Ryu Ga Gotoku Studio is, by this point, the undisputed master of recycling. By reusing characters and environments and minigames across the Like a Dragon series (and then remaking the games to do it all over again), it’s able to pack each new game with a luxurious volume of stuff while simultaneously piling cutscenes to the rafters.
So it’s not at all surprising that the biggest new feature of Yakuza Kiwami 3’s Dark Ties expansion is a roguelite mode that lets you beat up hordes of thugs copy-pasted from the streets of Kamurochō. Even so, there’s something cleverly meta in building an entirely new and compulsively replayable randomized mode out of spare parts.
It’s almost a flex on games that do just one thing. Like a Dragon: Infinite Wealth contained within itself a whole Pokémon subsystem and Animal Crossing-style island building as mere side activities; why shouldn’t Dark Ties tempt you to spend 20 hours doing runs to level up sidekicks, unlock new weapons, and earn stat-boosting gear like you would in any other roguelite?
That’s the gist of Hell’s Arena, a new underground fight club hiding down a Kamurochō back street in the expansion starring Yakuza 3 villain (antihero?) Yoshitaka Mine. Despite being a series baddie, the bit of the Dark Ties plot I got to play at a recent Sega preview event seems to suggest Mine will spend most of his expansion going around doing good deeds, not unlike Kiryu in the main game. “Most,” of course, depending on how hard you get hooked on the new roguelite mode.
It’s a really fun “offense is the best defense” trick for avoiding an incoming attack or seeing how quickly you can make it through a brawl. It also reminded me of the rhythm of the Batman Arkham combat, even if Yakuza welcomes a bit more frantic mashing than the more measured timing of Batman’s punches and parries.
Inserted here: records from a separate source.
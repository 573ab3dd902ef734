import { dayWords } from '../../shared/days';
import { EXIT_WORDS } from '../../shared/fish/contract';
import { Refusal } from '../../shared/refusal';
import { newId } from '../db/newId';
import type { Database } from '../db/schema';
import type { KindRules } from '../record/kinds';
import type { Scope } from '../scope';
import { addFinding, joinColony, keepCode, leaveColony, mustBeOurs, mustLiveHere, oneFish } from './fish';
import { fishRows } from './rows';

type Kinds = 'dominant' | 'sexSeen' | 'markSeen' | 'toldApart' | 'fishLeft' | 'moved';

/** What Record can say about single fish, and about moving them, colonies and batches. */
export const fishKinds: Pick<KindRules, Kinds> = {
  dominant: {
    async store(scope, { fishId, onDay, note }, { entryId }) {
      const fish = await livingOurs(scope, fishId);
      if (fish.sex === 'female')
        throw new Refusal('invalid', 'A female is recorded here', {
          fishId: 'Choose a male, or correct the sex first',
        });
      if (fish.tank) await othersYield(scope, { tankId: fish.tank.id, fishId, onDay, entryId });
      await addFinding(scope, { fishId, kind: 'dominance', onDay, value: 'dominant', how: 'seen', note, entryId });
      return { onDay, about: [{ thing: 'fish', id: fishId }] };
    },
    say: ({ fishId }, codes) => `Dominant: ${codes(fishId)}`,
  },
  sexSeen: {
    async store(scope, { fishId, onDay, sex, how, certain, note }, { entryId }) {
      await livingOurs(scope, fishId);
      await addFinding(scope, { fishId, kind: 'sex', onDay, value: sex, how, certain, note, entryId });
      return { onDay, about: [{ thing: 'fish', id: fishId }] };
    },
    say: ({ fishId, sex, certain }, codes) =>
      `${codes(fishId)} ${sex === 'unknown' ? 'not sexed after all' : `is ${certain ? '' : 'probably '}a ${sex}`}`,
  },
  markSeen: {
    async store(scope, { fishId, onDay, mark, note }, { entryId }) {
      await livingOurs(scope, fishId);
      await addFinding(scope, { fishId, kind: 'mark', onDay, value: mark ?? '', how: 'seen', note, entryId });
      return { onDay, about: [{ thing: 'fish', id: fishId }] };
    },
    say: ({ fishId, mark }, codes) => (mark ? `Mark of ${codes(fishId)}: ${mark}` : `${codes(fishId)} has no mark now`),
  },
  toldApart: {
    async store(scope, { fishId, onDay, code, mark, note }, { entryId }) {
      const fish = await livingOurs(scope, fishId);
      if (fish.code)
        throw new Refusal('conflict', `This fish is ${fish.code} already`, { code: 'Change its code on its page' });
      const { db, roomId } = scope;
      await keepCode(code, 'code', () =>
        db
          .updateTable('fish')
          .set({ code, version: fish.version + 1 })
          .where('roomId', '=', roomId)
          .where('id', '=', fishId)
          .execute(),
      );
      if (mark) await addFinding(scope, { fishId, kind: 'mark', onDay, value: mark, how: 'seen', note, entryId });
      return { onDay, about: [{ thing: 'fish', id: fishId }] };
    },
    async undo({ db, roomId }, { fishId }) {
      await db.updateTable('fish').set({ code: null }).where('roomId', '=', roomId).where('id', '=', fishId).execute();
    },
    say: ({ code }) => `Told apart: ${code}`,
  },
  fishLeft: {
    async store(scope, { fishId, onDay, how, cause, note }, { entryId }) {
      await letLeave(scope, { fishId, onDay, kind: how, cause, note, entryId });
      return { onDay, about: [{ thing: 'fish', id: fishId }] };
    },
    say: ({ fishId, how, cause }, codes) =>
      `${codes(fishId)}: ${EXIT_WORDS[how].toLowerCase()}${cause ? `, ${cause}` : ''}`,
  },
  moved: {
    async store(scope, { thing, id, toTankId, onDay, colonyId }, { entryId }) {
      await mustBeOurs(scope, 'tank', toTankId, 'toTankId', 'Choose a tank');
      await mustBeOurs(scope, thing, id, 'id', `Choose a ${thing}`);
      const column = thing === 'colony' ? 'colonyId' : thing === 'batch' ? 'batchId' : 'fishId';
      if (thing === 'fish') await livingOurs(scope, id);
      if (thing === 'fish' && colonyId === null) await leaveColony(scope, { fishId: id, onDay, entryId });
      if (thing === 'fish' && colonyId) await joinColony(scope, { fishId: id, colonyId, onDay, entryId });
      await endStay(scope, column, id, onDay, entryId);
      // A fish that joins a colony lives where the colony lives.
      if (thing !== 'fish' || !colonyId) await startStay(scope, { column, id, tankId: toTankId, onDay, entryId });
      return {
        onDay,
        about: [
          { thing, id },
          { thing: 'tank', id: toTankId },
        ],
      };
    },
    say: ({ id, toTankId, thing }, codes) => `${thing === 'batch' ? 'Batch' : codes(id)} moved to ${codes(toTankId)}`,
  },
};

type Leaving = {
  fishId: string;
  onDay: string;
  kind: Database['fishExit']['kind'];
  cause: string | null;
  note: string | null;
  entryId: string | null;
};

/** A fish leaves the fishroom: its colony, its tank, and the living. */
export async function letLeave(scope: Scope, { fishId, onDay, kind, cause, note, entryId }: Leaving): Promise<void> {
  await livingOurs(scope, fishId);
  const { db, roomId, now } = scope;
  await db
    .insertInto('fishExit')
    .values({ roomId, id: newId(now), fishId, kind, onDay, cause, mergedInto: null, note, entryId })
    .execute();
  await leaveColony(scope, { fishId, onDay, entryId });
  await endStay(scope, 'fishId', fishId, onDay, entryId);
}

async function livingOurs(scope: Scope, fishId: string) {
  await mustLiveHere(scope, { fishId, field: 'fishId', sentence: 'Choose a fish' });
  const fish = await oneFish(scope, fishId);
  if (fish.exit) {
    const { kind, onDay } = fish.exit;
    throw new Refusal(
      'conflict',
      `${fish.code ?? 'This fish'} has left: ${EXIT_WORDS[kind].toLowerCase()} ${dayWords(onDay, scope.today)}`,
      {
        fishId: 'Choose a fish that is here',
      },
    );
  }
  return fish;
}

type Column = 'colonyId' | 'batchId' | 'fishId';

export async function endStay(
  { db, roomId }: Scope,
  column: Column,
  id: string,
  onDay: string,
  entryId: string | null,
): Promise<void> {
  const open = await db
    .selectFrom('stay')
    .where('roomId', '=', roomId)
    .where(column, '=', id)
    .where('untilDay', 'is', null)
    .select(['id', 'fromDay'])
    .executeTakeFirst();
  if (!open) return;
  if (open.fromDay > onDay)
    throw new Refusal('conflict', 'It came to where it is now on a later day', { onDay: `Not before ${open.fromDay}` });
  await db
    .updateTable('stay')
    .set({ untilDay: onDay, endEntryId: entryId })
    .where('roomId', '=', roomId)
    .where('id', '=', open.id)
    .execute();
}

export async function startStay(
  { db, roomId, now }: Scope,
  {
    column,
    id,
    tankId,
    onDay,
    entryId,
  }: { column: Column; id: string; tankId: string; onDay: string; entryId: string | null },
): Promise<void> {
  await db
    .insertInto('stay')
    .values({
      roomId,
      id: newId(now),
      tankId,
      colonyId: null,
      batchId: null,
      fishId: null,
      [column]: id,
      fromDay: onDay,
      untilDay: null,
      entryId,
      endEntryId: null,
    })
    .execute();
}

/** There is one dominant male in a tank: the others are so no longer, from that day. */
async function othersYield(
  scope: Scope,
  { tankId, fishId, onDay, entryId }: { tankId: string; fishId: string; onDay: string; entryId: string },
): Promise<void> {
  for (const other of await fishRows(scope, { living: true })) {
    if (other.id === fishId || !other.dominant || other.tank?.id !== tankId) continue;
    await addFinding(scope, { fishId: other.id, kind: 'dominance', onDay, value: 'notDominant', how: 'seen', entryId });
  }
}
Mine’s the ideal character, in other words, to steer through a fast-paced combat dungeon that spurs you from floor to floor with a constantly ticking timer. Hell’s Arena consists of Brawler Hell, a basic cage match situation, and Survival Hell, which is where the real meat is. There’s a real Squid Game air to the setup, with masked VIPs watching contestants try to battle their way through the gauntlet. If you die on a run you’ll lose all the money and treasure you accrued, but you’ll unlock shortcuts as you go that let you cut and run when continuing gets too risky.
If Survival Hell were just “fight a bunch of dudes while a timer ticks down” it’d be a mild diversion, but as usual RGG has assembled its leftovers into a buffet. There’s a lot more going on here:
- Unlockable Survival Weapons you can equip before a run, mapped to the D-Pad, with a wide range of bonus effects like healing you or freezing enemies
- Unlockable Mercenaries you can take into fights with you, each with their own stats and perks like boosting drop rates or stunning enemies
- Findable treasures called Gospels with delightful names like “Quadriceps of the Gods” that offer you permanent stat boosts across runs
- Random drops that can refill your Survival Weapon uses or boost your healing or money earned for a brief time
- Multiple difficulty levels to clear, each featuring more enemies that hit harder and rewards in the form of new Survival Weapons and Mercenaries
- Minibosses guarding the ends of each floor, as well as optional treasure chests holding tempting Gospels
- A shopkeeper who’ll sell you songs from a boatload of other Sega games, like Persona and Virtua Fighter
Survival Hell’s mazelike concrete corridors are fitting for a literal underground fighting ring, though it’s a bit of a shame that a mode encouraging just one more run isn’t set in Yakuza 3’s beachy Okinawa map instead.
Still, the variety of Survival Weapons and Mercenaries and the light buildcrafting potential of finding ones that work well together has me scared of how much time I could dump into Survival Hell while ignoring the plights of Kamurochō’s citizens. Even on a save file with almost everything unlocked and loads of Gospels under Mine’s belt, I was humbled by the hardest difficulty level. The second brawl knocked my ass out, meaning I dropped all my potential earnings and the 5,659,300 yen I’d paid to bring along four strong sidekicks.
That was a lot of dough! I’m sure Dark Ties is full of other ways to make money, but I have a feeling I know exactly what I’d do if that had actually been my save file: Drop the difficulty down a notch and head straight back into hell.